> [DATA SHOWN]:
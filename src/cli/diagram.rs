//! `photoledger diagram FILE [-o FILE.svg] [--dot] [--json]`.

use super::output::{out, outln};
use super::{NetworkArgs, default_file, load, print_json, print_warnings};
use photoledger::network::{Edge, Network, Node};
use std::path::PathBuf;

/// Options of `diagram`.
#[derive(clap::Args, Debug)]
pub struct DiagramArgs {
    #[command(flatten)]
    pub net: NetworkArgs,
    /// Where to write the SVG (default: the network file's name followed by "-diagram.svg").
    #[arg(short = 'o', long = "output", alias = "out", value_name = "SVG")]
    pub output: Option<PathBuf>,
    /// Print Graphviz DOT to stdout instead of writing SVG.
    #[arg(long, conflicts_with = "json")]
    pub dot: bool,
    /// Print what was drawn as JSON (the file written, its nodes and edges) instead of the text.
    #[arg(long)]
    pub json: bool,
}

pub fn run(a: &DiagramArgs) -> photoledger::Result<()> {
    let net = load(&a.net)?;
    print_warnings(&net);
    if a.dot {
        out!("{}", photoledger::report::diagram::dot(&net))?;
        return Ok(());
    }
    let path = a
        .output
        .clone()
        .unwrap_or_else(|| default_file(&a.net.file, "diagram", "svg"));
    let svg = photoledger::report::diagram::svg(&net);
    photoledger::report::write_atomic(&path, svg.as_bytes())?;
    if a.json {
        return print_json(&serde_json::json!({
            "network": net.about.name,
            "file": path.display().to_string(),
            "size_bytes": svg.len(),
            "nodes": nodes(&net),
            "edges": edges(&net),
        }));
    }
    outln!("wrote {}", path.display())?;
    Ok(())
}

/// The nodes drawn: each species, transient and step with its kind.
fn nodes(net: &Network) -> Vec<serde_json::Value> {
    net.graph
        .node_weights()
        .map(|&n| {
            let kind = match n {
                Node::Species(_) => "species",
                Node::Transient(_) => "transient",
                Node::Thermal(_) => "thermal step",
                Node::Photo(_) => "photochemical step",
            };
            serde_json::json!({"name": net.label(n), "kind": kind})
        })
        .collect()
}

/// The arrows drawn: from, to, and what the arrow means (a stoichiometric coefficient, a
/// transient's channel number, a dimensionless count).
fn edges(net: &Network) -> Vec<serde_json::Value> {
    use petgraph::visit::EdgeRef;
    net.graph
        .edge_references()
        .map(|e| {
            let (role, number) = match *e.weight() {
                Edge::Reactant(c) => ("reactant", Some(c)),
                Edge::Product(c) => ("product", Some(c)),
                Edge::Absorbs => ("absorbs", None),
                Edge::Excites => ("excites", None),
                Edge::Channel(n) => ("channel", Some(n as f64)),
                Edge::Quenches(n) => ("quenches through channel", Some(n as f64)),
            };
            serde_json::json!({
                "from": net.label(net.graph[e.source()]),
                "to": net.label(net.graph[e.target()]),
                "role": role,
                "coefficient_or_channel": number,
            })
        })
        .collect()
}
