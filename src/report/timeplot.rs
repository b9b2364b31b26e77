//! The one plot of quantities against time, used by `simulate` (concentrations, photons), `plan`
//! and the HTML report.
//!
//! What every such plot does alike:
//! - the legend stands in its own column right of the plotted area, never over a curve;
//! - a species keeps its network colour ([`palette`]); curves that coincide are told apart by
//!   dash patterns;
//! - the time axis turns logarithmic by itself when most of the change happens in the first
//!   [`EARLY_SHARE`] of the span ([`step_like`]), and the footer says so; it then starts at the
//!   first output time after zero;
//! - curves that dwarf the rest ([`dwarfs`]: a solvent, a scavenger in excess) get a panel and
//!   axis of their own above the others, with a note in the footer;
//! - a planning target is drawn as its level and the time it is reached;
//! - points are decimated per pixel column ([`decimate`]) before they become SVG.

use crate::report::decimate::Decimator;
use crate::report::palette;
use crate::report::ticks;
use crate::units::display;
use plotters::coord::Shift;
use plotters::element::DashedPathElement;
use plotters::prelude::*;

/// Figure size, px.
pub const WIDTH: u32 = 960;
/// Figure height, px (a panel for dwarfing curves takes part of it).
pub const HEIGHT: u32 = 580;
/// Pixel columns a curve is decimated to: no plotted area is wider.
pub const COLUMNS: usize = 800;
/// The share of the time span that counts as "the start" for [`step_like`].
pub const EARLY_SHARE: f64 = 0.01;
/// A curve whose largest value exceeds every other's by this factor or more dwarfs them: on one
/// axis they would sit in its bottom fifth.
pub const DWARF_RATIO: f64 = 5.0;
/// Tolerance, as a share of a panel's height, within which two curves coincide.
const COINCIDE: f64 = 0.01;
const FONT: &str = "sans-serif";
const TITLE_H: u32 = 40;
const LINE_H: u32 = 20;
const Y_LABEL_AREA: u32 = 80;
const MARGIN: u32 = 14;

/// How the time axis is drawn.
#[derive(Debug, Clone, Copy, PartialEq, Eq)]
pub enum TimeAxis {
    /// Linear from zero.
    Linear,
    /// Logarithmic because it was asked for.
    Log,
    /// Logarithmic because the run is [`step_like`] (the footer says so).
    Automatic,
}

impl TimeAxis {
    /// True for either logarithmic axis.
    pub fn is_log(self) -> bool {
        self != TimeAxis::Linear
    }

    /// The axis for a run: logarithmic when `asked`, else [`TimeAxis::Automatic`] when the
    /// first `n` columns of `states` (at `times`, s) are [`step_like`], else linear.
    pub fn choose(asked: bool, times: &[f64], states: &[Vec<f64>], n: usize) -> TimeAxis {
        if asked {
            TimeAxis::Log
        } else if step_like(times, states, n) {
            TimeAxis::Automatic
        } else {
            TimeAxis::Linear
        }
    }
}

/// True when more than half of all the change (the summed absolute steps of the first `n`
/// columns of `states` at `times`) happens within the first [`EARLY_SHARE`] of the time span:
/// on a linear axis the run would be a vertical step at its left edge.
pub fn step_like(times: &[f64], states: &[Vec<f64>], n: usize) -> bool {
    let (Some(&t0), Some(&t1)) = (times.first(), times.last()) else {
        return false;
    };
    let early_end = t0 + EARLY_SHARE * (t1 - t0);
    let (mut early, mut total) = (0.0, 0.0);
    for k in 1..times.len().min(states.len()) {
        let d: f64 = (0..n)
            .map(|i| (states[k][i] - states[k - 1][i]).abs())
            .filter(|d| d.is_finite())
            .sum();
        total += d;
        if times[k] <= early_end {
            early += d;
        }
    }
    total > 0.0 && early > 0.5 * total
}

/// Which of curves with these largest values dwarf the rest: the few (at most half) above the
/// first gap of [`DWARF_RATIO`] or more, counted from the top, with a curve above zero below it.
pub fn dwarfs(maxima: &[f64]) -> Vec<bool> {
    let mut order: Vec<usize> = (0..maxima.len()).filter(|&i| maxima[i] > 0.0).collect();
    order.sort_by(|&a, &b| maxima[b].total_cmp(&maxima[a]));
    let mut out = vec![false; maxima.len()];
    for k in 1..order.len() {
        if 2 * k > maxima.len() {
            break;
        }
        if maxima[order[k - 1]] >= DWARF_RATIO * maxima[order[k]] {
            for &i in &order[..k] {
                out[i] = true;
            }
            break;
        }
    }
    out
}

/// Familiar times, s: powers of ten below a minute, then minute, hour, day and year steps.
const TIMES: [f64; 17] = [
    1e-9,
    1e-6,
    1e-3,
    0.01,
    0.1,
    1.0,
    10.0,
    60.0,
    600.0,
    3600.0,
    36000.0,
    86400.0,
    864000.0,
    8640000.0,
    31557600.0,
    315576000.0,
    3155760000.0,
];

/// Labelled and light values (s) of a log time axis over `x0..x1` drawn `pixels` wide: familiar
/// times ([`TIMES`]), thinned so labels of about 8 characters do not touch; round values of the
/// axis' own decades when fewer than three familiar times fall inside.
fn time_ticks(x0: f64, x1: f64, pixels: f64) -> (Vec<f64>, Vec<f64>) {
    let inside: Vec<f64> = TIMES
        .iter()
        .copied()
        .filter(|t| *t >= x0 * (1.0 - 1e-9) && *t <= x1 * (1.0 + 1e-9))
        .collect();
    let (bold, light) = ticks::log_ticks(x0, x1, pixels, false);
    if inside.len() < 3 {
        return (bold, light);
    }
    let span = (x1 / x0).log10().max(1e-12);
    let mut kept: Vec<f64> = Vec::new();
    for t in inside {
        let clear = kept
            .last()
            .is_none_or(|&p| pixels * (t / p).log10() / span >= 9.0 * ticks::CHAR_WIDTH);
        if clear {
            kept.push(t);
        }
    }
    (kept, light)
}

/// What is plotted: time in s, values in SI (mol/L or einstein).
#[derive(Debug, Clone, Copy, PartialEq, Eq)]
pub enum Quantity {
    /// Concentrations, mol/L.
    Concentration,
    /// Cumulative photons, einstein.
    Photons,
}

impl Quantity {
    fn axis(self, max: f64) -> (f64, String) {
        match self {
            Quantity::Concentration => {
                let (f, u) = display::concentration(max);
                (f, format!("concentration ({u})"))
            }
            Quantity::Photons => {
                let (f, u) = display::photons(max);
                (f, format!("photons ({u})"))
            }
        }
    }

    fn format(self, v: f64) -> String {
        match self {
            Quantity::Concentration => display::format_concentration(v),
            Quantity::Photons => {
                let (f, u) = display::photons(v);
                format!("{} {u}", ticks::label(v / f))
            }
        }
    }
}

> [YOUR GOAL]:
Only the lines from the one containing "return (bold, light);" through the final line above should be duplicated, exactly as they stand.

> [EXERCISE RESULT]:
        return (bold, light);
    }
    let span = (x1 / x0).log10().max(1e-12);
    let mut kept: Vec<f64> = Vec::new();
    for t in inside {
        let clear = kept
            .last()
            .is_none_or(|&p| pixels * (t / p).log10() / span >= 9.0 * ticks::CHAR_WIDTH);
        if clear {
            kept.push(t);
        }
    }
    (kept, light)
}

/// What is plotted: time in s, values in SI (mol/L or einstein).
#[derive(Debug, Clone, Copy, PartialEq, Eq)]
pub enum Quantity {
    /// Concentrations, mol/L.
    Concentration,
    /// Cumulative photons, einstein.
    Photons,
}

impl Quantity {
    fn axis(self, max: f64) -> (f64, String) {
        match self {
            Quantity::Concentration => {
                let (f, u) = display::concentration(max);
                (f, format!("concentration ({u})"))
            }
            Quantity::Photons => {
                let (f, u) = display::photons(max);
                (f, format!("photons ({u})"))
            }
        }
    }

    fn format(self, v: f64) -> String {
        match self {
            Quantity::Concentration => display::format_concentration(v),
            Quantity::Photons => {
                let (f, u) = display::photons(v);
                format!("{} {u}", ticks::label(v / f))
            }
        }
    }
}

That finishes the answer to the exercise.